▶ Exercise brief:
In the records below, find every line that contains "wrong" and list it.

[Stored data]
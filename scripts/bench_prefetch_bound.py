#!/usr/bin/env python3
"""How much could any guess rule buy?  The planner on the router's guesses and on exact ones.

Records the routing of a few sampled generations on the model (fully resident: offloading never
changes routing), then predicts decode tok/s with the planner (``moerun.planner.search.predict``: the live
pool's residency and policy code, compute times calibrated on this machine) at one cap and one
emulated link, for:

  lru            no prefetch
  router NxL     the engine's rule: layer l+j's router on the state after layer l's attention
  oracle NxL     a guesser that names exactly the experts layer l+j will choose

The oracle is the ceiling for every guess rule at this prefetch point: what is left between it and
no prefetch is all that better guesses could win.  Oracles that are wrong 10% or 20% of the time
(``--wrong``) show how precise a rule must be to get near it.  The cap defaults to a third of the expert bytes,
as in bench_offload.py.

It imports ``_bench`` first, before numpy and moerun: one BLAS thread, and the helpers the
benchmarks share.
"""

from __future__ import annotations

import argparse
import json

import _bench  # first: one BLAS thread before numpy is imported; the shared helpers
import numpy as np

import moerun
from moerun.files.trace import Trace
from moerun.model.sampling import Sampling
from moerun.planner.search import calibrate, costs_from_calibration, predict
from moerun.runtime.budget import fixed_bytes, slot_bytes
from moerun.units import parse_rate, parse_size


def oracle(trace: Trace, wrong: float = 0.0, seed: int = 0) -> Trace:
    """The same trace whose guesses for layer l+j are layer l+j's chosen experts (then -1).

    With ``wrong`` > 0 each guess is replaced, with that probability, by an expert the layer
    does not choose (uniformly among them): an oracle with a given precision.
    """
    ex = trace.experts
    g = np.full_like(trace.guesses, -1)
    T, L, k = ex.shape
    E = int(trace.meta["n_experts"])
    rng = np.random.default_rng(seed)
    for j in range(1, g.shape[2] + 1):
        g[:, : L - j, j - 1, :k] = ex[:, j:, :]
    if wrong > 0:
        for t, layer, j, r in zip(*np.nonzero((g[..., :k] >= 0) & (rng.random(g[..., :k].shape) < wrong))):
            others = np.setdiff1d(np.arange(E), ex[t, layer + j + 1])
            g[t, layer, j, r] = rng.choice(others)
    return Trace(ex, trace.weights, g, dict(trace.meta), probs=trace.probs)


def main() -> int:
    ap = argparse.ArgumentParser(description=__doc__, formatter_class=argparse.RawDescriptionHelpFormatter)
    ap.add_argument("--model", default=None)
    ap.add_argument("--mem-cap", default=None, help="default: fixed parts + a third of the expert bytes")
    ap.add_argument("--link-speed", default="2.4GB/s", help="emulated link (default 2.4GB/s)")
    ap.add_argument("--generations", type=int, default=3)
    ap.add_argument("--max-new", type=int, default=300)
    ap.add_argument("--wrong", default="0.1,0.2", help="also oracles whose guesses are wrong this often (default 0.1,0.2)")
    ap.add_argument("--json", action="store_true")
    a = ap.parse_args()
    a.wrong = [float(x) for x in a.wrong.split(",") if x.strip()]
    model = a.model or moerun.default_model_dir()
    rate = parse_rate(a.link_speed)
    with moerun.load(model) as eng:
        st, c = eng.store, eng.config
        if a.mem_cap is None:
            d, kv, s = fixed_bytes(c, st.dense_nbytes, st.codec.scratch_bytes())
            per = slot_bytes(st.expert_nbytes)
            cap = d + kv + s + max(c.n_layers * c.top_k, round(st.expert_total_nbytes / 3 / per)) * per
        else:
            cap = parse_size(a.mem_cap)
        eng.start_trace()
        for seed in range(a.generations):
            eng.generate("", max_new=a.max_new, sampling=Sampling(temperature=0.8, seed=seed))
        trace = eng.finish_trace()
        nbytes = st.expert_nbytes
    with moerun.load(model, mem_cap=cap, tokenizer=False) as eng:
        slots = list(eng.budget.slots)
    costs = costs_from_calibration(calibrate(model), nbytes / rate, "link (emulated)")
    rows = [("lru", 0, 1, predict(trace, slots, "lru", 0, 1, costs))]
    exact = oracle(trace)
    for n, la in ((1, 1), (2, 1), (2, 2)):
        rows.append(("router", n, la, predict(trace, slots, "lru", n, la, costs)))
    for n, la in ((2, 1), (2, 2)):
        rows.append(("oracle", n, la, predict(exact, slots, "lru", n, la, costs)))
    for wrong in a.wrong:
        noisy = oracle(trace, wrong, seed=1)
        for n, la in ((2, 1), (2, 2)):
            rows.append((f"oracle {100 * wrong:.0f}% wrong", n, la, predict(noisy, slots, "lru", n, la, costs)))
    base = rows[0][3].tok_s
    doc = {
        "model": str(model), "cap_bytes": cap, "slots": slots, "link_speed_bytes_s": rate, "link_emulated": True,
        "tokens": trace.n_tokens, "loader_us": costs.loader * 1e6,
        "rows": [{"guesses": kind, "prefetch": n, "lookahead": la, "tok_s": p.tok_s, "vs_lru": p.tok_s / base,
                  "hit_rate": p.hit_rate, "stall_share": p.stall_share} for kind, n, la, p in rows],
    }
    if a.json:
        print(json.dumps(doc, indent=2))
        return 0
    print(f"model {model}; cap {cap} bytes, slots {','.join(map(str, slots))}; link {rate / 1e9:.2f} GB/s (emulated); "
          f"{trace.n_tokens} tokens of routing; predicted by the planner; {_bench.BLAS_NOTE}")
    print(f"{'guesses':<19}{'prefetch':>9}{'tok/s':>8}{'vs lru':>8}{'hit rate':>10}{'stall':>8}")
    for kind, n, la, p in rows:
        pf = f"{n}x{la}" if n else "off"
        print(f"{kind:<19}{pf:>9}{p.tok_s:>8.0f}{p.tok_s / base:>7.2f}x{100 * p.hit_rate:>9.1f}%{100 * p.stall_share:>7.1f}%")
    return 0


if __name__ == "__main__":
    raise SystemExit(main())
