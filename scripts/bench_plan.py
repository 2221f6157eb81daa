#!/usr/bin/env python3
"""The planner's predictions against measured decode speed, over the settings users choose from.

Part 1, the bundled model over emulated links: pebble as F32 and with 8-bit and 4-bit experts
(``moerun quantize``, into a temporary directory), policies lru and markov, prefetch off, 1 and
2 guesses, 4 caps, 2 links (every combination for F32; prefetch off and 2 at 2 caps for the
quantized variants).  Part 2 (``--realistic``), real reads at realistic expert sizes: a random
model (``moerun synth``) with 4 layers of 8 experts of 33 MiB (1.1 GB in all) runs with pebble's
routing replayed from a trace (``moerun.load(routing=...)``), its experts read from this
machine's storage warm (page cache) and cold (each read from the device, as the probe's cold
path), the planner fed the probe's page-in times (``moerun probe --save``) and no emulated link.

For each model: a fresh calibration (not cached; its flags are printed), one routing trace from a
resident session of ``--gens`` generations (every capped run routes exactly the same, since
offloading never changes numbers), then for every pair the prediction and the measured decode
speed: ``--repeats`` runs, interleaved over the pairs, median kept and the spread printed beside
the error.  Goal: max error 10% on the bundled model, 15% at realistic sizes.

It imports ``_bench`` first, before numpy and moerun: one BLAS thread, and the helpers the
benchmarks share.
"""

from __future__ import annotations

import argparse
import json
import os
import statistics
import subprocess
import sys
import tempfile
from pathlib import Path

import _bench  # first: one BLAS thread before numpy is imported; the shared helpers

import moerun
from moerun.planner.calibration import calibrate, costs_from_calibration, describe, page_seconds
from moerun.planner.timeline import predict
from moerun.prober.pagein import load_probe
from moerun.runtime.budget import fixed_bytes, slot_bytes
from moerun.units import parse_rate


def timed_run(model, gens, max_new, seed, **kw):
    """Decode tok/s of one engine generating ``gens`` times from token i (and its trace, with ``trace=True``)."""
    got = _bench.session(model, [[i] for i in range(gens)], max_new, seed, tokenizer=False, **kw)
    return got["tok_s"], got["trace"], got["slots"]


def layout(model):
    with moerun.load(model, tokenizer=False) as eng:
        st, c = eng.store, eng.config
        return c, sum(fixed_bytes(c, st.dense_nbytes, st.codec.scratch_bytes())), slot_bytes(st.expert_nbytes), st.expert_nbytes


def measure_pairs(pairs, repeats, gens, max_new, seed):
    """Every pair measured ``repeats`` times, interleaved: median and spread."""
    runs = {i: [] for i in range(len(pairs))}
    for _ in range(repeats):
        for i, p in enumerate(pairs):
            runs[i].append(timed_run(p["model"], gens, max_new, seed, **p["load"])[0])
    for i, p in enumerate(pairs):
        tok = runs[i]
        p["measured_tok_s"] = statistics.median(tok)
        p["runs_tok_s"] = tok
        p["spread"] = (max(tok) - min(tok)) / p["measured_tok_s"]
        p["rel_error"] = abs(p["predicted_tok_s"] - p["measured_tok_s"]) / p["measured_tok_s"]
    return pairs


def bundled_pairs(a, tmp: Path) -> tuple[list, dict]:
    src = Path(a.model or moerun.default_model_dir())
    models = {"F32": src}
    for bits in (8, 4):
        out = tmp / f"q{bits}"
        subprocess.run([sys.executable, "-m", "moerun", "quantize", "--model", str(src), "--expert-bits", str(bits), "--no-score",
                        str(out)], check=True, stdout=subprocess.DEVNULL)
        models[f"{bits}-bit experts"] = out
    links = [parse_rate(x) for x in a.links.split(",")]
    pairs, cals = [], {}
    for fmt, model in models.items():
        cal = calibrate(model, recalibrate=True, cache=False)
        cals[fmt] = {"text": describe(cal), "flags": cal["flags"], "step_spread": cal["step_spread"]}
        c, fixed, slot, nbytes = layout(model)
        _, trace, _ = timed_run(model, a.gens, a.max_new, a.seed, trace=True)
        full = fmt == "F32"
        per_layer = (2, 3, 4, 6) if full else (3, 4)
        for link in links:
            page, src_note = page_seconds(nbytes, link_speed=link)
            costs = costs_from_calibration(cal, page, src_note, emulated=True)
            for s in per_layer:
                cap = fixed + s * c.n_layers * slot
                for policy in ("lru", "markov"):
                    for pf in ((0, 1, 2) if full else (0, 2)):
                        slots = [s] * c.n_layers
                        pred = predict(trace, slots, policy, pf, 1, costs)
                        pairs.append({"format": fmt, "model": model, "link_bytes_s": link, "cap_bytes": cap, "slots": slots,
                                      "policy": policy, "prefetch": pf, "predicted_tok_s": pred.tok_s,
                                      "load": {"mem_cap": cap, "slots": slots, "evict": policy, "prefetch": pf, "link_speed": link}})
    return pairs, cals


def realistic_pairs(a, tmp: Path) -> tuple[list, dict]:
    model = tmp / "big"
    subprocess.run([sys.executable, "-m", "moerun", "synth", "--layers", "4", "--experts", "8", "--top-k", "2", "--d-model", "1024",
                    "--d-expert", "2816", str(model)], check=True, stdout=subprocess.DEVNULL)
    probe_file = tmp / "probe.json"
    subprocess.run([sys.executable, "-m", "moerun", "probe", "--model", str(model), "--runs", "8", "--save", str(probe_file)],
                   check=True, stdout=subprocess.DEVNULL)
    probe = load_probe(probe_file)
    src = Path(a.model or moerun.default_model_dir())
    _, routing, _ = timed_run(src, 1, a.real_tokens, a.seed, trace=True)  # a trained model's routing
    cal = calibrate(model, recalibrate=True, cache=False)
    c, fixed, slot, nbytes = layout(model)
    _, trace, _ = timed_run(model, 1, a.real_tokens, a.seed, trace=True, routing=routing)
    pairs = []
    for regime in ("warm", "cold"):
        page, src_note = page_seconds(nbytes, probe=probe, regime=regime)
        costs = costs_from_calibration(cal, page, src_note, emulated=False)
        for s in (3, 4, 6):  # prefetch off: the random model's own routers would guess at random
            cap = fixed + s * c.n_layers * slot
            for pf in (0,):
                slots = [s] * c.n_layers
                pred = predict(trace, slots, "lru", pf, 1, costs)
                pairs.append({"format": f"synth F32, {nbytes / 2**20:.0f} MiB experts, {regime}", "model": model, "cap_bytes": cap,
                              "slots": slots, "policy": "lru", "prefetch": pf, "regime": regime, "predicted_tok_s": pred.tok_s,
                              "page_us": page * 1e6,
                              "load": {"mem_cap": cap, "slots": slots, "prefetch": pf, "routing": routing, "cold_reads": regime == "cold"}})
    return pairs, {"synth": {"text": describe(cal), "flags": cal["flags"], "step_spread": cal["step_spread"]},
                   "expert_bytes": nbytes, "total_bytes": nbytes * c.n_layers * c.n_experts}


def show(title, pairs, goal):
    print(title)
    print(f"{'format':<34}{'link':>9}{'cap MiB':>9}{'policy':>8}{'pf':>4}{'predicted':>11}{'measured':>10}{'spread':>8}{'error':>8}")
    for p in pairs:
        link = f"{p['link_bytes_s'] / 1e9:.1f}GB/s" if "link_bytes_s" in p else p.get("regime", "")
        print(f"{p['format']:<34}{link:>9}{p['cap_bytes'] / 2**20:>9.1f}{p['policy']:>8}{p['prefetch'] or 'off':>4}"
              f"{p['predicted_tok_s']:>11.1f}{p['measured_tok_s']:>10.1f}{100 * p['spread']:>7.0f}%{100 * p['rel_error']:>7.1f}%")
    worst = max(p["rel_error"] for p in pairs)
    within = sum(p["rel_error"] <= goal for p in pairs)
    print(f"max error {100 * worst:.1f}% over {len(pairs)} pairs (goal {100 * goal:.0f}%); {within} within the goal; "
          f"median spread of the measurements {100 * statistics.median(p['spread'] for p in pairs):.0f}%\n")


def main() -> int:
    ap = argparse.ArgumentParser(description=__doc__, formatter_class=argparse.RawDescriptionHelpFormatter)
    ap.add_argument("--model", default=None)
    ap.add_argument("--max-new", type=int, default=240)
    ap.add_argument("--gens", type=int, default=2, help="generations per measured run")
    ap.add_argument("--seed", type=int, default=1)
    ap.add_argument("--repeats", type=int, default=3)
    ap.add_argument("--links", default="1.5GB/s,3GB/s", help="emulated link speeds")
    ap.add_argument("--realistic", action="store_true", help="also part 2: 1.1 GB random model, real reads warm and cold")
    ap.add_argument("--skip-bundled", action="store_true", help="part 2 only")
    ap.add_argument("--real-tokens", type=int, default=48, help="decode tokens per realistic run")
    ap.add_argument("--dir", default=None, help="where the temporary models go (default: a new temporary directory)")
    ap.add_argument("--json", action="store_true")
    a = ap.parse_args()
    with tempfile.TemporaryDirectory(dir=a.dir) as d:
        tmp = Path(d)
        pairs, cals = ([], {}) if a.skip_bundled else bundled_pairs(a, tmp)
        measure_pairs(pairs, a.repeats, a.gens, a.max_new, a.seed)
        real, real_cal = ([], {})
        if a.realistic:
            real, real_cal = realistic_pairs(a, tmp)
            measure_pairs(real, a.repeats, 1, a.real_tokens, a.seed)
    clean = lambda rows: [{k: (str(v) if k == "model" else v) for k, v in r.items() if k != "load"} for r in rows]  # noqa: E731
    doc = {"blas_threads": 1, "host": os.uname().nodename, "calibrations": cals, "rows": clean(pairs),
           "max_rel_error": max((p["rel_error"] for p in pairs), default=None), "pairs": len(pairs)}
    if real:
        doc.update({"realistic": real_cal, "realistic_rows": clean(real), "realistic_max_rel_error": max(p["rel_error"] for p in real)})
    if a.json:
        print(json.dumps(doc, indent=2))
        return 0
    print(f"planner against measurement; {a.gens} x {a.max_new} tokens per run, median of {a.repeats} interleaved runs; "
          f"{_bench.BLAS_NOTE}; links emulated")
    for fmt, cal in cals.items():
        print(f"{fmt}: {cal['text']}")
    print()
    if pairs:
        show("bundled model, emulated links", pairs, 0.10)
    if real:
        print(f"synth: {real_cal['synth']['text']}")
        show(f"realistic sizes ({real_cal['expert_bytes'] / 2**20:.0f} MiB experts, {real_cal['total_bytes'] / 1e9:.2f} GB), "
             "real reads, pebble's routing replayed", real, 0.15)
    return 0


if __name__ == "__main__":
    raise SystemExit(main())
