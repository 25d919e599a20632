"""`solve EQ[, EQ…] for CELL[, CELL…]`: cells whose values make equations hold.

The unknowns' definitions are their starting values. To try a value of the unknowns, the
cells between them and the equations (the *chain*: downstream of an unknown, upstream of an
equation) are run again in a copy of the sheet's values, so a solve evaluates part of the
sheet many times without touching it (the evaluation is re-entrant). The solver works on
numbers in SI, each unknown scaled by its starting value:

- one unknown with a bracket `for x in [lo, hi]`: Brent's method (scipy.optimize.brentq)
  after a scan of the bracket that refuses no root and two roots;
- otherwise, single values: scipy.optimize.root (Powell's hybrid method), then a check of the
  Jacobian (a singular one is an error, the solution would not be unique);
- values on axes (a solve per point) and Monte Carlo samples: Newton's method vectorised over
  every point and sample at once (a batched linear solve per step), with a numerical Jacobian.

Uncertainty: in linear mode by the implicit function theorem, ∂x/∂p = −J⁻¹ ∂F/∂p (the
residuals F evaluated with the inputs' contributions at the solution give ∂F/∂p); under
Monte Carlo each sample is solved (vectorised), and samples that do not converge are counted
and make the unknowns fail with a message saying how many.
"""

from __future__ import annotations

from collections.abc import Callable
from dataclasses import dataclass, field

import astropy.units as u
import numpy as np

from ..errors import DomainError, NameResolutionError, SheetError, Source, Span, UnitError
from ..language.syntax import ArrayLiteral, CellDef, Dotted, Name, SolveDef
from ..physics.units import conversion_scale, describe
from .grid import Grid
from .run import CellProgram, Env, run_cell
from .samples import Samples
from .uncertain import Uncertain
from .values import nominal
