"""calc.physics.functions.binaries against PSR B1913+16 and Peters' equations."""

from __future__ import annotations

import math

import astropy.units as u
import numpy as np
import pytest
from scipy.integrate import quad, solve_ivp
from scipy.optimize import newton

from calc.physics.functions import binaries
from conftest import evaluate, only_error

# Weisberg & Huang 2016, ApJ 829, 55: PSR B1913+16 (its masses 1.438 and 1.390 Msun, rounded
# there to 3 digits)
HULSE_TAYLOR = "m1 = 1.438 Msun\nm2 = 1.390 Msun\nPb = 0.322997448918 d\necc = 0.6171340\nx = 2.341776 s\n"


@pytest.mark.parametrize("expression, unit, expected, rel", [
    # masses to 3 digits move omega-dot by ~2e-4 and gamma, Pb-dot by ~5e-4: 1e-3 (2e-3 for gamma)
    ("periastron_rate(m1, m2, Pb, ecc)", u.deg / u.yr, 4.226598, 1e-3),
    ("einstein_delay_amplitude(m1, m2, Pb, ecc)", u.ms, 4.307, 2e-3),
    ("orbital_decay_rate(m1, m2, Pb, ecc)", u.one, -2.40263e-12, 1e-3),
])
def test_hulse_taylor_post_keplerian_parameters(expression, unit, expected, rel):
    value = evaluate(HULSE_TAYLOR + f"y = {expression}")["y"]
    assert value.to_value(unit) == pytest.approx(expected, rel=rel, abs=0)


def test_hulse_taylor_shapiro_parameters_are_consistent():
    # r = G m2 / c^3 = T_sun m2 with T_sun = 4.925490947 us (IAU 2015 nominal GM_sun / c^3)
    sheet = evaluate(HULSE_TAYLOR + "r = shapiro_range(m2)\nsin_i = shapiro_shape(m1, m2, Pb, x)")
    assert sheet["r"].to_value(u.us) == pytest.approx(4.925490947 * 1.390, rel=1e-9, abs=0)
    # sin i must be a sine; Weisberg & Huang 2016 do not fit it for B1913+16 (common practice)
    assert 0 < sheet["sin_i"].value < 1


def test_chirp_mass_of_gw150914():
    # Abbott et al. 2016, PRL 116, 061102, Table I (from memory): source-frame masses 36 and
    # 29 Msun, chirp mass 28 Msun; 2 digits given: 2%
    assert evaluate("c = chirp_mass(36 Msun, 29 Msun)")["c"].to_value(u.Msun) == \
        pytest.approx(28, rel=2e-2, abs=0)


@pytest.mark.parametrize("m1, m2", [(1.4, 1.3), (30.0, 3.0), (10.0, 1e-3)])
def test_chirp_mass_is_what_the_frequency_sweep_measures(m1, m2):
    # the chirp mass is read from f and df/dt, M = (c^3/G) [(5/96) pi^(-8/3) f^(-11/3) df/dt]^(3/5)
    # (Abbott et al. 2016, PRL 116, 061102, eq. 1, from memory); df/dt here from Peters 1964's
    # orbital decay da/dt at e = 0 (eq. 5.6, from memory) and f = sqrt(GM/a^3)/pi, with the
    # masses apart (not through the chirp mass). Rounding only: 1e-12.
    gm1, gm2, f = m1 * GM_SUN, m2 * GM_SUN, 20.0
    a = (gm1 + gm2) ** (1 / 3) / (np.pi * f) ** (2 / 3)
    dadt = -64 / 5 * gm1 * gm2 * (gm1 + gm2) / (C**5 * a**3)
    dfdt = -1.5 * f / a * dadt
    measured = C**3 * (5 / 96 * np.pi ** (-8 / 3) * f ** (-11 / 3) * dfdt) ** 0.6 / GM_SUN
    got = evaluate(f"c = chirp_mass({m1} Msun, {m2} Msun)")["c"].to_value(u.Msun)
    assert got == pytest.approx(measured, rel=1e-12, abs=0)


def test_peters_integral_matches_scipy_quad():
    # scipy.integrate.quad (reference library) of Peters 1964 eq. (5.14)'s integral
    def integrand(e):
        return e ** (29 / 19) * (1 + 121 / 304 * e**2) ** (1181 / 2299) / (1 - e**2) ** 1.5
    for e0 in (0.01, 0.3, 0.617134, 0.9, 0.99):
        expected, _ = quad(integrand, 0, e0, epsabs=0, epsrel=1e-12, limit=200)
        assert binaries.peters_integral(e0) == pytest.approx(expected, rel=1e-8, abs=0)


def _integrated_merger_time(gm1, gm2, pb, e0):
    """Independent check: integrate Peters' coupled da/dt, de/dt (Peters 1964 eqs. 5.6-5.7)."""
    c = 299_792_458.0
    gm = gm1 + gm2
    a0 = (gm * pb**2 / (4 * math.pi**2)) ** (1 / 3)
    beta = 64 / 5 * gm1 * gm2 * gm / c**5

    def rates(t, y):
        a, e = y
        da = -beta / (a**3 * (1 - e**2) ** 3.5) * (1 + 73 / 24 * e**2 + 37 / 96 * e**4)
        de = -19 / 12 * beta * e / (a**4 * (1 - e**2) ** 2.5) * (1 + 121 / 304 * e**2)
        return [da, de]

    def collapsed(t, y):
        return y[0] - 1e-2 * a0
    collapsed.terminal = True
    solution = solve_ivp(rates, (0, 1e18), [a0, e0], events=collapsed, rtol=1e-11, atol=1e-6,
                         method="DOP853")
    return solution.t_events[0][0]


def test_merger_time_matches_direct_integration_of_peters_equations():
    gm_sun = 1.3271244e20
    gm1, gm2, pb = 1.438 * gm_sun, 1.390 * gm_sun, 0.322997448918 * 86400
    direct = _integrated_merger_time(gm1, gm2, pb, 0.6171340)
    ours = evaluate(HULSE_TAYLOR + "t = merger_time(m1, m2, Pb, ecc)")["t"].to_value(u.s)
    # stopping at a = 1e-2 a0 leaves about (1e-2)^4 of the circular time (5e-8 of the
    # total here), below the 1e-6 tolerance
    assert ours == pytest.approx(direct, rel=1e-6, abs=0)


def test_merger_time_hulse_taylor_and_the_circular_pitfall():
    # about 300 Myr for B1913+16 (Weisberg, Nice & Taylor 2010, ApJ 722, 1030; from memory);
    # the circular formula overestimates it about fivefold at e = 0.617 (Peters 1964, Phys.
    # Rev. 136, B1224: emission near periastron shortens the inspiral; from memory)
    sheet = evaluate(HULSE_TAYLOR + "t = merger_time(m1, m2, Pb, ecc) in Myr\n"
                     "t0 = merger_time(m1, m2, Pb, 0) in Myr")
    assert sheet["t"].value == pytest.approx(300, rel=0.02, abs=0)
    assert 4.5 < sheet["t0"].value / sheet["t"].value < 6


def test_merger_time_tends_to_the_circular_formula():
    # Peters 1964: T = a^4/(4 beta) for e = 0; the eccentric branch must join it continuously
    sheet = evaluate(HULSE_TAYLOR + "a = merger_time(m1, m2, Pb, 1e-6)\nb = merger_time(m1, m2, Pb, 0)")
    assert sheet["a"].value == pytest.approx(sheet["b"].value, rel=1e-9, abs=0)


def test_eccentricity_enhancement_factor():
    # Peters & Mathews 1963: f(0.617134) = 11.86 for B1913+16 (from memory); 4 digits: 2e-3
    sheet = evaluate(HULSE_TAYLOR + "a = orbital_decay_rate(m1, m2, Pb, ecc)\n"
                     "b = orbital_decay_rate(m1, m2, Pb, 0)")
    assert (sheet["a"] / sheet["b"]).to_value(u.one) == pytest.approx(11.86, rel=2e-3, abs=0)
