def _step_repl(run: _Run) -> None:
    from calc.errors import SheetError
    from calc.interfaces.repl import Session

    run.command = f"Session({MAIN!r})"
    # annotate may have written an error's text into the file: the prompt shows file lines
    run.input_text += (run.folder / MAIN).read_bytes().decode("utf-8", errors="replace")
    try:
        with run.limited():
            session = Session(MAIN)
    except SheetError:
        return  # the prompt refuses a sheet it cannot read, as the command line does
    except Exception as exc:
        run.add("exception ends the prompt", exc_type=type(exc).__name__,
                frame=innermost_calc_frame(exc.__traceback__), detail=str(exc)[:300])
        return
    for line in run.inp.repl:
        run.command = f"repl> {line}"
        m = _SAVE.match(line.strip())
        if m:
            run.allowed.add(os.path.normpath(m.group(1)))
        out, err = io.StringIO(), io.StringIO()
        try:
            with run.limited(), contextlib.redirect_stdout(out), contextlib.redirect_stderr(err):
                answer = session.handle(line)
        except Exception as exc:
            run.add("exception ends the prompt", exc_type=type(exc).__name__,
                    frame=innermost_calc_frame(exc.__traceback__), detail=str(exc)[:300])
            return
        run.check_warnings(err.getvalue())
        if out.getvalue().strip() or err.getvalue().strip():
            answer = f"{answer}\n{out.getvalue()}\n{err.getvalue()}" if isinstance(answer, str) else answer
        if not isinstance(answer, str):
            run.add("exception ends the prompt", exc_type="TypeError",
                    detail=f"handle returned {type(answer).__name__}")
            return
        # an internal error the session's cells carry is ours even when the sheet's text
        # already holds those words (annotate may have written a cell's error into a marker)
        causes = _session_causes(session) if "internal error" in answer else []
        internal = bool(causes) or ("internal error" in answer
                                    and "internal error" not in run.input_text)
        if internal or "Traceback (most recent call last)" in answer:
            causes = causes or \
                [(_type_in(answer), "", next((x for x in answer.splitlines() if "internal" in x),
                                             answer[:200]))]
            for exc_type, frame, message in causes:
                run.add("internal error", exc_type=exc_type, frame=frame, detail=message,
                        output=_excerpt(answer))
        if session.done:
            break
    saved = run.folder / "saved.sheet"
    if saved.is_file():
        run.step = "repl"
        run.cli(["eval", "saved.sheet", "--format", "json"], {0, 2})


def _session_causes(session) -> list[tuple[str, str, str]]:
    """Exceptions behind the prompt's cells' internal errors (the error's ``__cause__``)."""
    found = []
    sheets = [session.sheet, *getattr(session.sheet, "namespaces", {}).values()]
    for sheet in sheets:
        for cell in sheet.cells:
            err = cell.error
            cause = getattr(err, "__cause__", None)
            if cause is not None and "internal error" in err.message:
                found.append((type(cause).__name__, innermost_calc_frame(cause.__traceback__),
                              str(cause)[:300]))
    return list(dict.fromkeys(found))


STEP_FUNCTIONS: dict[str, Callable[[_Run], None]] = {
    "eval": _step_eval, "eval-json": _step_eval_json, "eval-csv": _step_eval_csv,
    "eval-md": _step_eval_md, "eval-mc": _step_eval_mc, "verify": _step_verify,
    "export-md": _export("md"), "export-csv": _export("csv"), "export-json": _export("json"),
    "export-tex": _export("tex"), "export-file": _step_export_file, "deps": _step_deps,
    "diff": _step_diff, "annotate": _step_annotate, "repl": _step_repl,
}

▶ The completed task:
no prefetch is all that better guesses could win.  Oracles that are wrong 10% or 20% of the time
(``--wrong``) show how precise a rule must be to get near it.  The cap defaults to a third of the expert bytes,
def oracle(trace: Trace, wrong: float = 0.0, seed: int = 0) -> Trace:
    With ``wrong`` > 0 each guess is replaced, with that probability, by an expert the layer
    if wrong > 0:
        for t, layer, j, r in zip(*np.nonzero((g[..., :k] >= 0) & (rng.random(g[..., :k].shape) < wrong))):
    ap.add_argument("--wrong", default="0.1,0.2", help="also oracles whose guesses are wrong this often (default 0.1,0.2)")
    a.wrong = [float(x) for x in a.wrong.split(",") if x.strip()]
    for wrong in a.wrong:
        noisy = oracle(trace, wrong, seed=1)
            rows.append((f"oracle {100 * wrong:.0f}% wrong", n, la, predict(noisy, slots, "lru", n, la, costs)))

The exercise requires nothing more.